Task details =>
For each line of the data that includes the word "False", copy the line.
....
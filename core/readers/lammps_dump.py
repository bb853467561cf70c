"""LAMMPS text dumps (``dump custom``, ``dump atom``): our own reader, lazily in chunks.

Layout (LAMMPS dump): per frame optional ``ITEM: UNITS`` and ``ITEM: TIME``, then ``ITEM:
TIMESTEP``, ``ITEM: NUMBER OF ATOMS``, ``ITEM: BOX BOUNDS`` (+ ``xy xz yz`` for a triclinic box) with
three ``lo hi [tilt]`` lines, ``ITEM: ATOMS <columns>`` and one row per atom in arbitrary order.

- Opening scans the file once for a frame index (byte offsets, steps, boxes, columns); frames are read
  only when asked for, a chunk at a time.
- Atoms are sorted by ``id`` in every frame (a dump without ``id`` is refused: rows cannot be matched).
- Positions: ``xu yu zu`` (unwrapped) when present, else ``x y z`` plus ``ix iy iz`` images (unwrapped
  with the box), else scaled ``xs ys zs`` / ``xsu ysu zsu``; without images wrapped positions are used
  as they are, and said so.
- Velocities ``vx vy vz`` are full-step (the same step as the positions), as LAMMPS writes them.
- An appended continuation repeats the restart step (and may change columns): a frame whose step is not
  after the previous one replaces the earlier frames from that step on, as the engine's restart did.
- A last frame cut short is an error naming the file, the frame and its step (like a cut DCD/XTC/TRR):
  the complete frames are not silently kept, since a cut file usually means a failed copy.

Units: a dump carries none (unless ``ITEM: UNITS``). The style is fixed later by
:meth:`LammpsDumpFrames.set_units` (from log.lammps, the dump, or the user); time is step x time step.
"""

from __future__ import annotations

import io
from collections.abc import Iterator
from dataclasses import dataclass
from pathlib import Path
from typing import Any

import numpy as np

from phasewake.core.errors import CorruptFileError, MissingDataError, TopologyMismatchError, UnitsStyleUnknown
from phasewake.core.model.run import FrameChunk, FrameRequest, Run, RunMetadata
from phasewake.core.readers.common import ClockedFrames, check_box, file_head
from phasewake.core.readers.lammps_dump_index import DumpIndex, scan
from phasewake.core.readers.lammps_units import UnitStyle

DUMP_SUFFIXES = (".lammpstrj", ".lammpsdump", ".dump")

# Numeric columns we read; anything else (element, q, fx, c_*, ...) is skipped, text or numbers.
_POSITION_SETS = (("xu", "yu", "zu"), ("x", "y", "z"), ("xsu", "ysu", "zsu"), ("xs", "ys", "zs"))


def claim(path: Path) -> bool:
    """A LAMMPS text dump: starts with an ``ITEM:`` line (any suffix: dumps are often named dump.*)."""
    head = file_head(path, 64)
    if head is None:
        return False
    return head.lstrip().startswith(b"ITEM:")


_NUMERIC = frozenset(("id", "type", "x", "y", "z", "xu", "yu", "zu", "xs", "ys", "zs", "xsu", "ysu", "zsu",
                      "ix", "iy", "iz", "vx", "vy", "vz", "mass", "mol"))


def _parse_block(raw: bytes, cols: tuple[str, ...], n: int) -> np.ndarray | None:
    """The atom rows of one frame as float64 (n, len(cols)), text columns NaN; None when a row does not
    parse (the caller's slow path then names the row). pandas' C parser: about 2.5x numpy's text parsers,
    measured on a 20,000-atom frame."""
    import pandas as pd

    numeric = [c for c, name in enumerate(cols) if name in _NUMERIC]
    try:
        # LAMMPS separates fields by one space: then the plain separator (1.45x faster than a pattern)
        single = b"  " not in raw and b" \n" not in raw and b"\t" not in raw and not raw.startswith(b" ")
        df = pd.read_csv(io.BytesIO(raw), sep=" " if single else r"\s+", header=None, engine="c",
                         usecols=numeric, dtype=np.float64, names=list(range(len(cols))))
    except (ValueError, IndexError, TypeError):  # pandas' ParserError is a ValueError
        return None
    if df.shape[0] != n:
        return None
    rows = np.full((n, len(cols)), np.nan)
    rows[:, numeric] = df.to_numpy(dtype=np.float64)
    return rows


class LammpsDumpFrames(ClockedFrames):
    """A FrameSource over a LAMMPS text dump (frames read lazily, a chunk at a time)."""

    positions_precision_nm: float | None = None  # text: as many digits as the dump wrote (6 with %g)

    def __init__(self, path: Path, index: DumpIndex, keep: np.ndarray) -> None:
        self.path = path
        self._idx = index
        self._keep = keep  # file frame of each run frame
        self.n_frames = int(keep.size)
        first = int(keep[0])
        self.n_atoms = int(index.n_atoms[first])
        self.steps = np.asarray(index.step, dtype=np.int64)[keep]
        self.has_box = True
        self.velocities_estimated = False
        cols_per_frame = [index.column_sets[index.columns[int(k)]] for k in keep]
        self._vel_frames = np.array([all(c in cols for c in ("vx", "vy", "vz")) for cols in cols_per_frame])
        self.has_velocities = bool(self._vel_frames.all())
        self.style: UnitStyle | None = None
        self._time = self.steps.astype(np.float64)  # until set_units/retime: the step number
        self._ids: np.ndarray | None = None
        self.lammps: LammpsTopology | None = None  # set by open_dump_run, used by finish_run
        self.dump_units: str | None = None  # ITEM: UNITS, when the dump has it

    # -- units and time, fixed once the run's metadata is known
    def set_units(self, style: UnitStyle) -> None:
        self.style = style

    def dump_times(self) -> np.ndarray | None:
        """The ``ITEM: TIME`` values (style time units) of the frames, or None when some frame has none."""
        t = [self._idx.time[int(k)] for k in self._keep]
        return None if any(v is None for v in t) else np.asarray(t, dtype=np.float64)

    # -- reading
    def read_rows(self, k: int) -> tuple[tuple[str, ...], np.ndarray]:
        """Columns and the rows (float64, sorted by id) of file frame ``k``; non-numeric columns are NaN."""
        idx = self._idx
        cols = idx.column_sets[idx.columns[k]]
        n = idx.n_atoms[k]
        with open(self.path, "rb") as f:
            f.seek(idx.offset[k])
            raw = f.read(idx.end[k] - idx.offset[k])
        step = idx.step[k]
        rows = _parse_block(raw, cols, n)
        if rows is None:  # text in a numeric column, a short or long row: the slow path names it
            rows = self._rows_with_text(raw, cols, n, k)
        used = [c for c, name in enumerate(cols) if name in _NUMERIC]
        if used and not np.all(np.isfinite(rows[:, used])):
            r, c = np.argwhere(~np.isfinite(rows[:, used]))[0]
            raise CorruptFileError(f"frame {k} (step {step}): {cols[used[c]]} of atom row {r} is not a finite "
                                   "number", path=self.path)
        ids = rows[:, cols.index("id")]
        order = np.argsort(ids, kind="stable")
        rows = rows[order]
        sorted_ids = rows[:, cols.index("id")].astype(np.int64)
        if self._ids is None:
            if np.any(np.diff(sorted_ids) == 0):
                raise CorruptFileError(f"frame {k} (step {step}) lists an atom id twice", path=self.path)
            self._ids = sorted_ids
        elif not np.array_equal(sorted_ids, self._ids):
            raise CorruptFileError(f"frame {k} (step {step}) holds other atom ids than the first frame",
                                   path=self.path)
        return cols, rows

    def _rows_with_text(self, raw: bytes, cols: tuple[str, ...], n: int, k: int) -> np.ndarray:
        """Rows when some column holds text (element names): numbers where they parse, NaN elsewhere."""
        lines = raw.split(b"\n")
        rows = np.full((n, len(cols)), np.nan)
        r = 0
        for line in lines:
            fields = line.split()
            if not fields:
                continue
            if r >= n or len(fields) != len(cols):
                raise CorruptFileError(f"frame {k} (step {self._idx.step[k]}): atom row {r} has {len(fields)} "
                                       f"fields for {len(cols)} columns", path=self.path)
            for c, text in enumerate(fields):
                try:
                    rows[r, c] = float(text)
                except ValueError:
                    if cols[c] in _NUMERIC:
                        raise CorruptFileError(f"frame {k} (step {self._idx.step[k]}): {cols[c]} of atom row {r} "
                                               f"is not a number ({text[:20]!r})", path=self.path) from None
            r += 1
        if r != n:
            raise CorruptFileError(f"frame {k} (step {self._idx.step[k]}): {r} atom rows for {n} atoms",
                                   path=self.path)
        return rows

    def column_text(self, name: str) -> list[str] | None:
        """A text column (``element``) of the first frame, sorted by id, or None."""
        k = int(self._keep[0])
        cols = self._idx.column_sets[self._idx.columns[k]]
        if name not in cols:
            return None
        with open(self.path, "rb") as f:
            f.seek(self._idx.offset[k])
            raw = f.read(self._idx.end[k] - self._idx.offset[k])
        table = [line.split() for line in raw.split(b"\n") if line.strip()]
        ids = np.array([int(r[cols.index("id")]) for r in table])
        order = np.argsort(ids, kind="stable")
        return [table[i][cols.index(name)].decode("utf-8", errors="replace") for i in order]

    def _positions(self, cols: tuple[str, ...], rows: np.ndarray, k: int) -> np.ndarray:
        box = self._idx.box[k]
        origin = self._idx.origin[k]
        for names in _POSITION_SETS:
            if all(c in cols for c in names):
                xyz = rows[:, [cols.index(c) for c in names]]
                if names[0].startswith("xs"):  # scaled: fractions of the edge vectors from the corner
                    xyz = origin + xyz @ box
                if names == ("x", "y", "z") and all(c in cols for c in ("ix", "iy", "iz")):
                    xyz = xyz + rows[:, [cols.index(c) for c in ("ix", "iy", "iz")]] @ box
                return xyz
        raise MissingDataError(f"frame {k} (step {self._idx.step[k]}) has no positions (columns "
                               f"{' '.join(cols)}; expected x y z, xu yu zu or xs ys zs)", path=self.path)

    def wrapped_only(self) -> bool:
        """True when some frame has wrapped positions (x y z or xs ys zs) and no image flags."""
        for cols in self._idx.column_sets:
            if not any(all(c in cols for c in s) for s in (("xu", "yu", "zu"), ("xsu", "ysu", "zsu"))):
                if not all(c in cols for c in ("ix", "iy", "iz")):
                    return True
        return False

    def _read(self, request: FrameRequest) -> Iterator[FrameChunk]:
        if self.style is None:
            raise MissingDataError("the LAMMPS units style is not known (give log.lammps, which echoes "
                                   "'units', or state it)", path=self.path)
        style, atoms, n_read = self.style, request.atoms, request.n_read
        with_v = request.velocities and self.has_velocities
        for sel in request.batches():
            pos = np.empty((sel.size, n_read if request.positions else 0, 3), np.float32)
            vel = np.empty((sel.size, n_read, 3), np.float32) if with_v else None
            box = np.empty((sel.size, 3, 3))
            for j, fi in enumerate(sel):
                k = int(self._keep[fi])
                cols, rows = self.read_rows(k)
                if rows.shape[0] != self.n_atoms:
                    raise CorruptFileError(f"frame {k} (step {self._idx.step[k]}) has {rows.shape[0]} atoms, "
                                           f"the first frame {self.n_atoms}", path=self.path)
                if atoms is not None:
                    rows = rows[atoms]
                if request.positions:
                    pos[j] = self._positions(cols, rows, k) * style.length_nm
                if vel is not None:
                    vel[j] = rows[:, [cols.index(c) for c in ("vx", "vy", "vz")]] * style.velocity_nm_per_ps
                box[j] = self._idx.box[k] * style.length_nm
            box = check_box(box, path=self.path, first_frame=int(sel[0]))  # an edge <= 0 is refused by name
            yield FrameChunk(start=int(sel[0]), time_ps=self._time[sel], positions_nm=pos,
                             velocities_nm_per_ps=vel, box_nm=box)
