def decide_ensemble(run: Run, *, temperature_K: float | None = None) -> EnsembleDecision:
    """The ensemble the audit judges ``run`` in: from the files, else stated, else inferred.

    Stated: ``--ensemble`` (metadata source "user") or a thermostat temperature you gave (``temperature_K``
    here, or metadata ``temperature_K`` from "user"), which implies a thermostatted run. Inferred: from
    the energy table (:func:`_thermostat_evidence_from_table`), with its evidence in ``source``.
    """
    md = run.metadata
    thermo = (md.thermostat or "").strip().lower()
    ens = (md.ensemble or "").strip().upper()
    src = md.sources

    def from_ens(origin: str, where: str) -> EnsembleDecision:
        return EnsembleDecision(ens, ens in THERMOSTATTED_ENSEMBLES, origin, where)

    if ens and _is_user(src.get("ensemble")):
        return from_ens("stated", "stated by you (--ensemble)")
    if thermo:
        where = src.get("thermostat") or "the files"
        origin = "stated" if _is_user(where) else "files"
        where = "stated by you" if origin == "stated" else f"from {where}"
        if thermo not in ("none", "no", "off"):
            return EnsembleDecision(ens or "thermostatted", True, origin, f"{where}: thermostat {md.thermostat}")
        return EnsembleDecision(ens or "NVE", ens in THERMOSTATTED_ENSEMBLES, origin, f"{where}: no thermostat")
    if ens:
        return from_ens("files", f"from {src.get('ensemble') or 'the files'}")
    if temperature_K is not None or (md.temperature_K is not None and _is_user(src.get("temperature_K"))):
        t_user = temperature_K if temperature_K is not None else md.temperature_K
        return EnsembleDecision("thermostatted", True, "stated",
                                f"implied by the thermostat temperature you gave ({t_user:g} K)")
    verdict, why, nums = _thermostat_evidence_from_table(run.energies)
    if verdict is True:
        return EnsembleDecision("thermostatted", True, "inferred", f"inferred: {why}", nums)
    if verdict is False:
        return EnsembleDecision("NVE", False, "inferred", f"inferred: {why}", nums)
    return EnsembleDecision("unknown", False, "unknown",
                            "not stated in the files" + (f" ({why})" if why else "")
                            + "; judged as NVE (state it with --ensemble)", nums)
....
Response to the task =>
        return False
        self.velocities_estimated = False
        return False
    if verdict is False:
        return EnsembleDecision("NVE", False, "inferred", f"inferred: {why}", nums)
    return EnsembleDecision("unknown", False, "unknown",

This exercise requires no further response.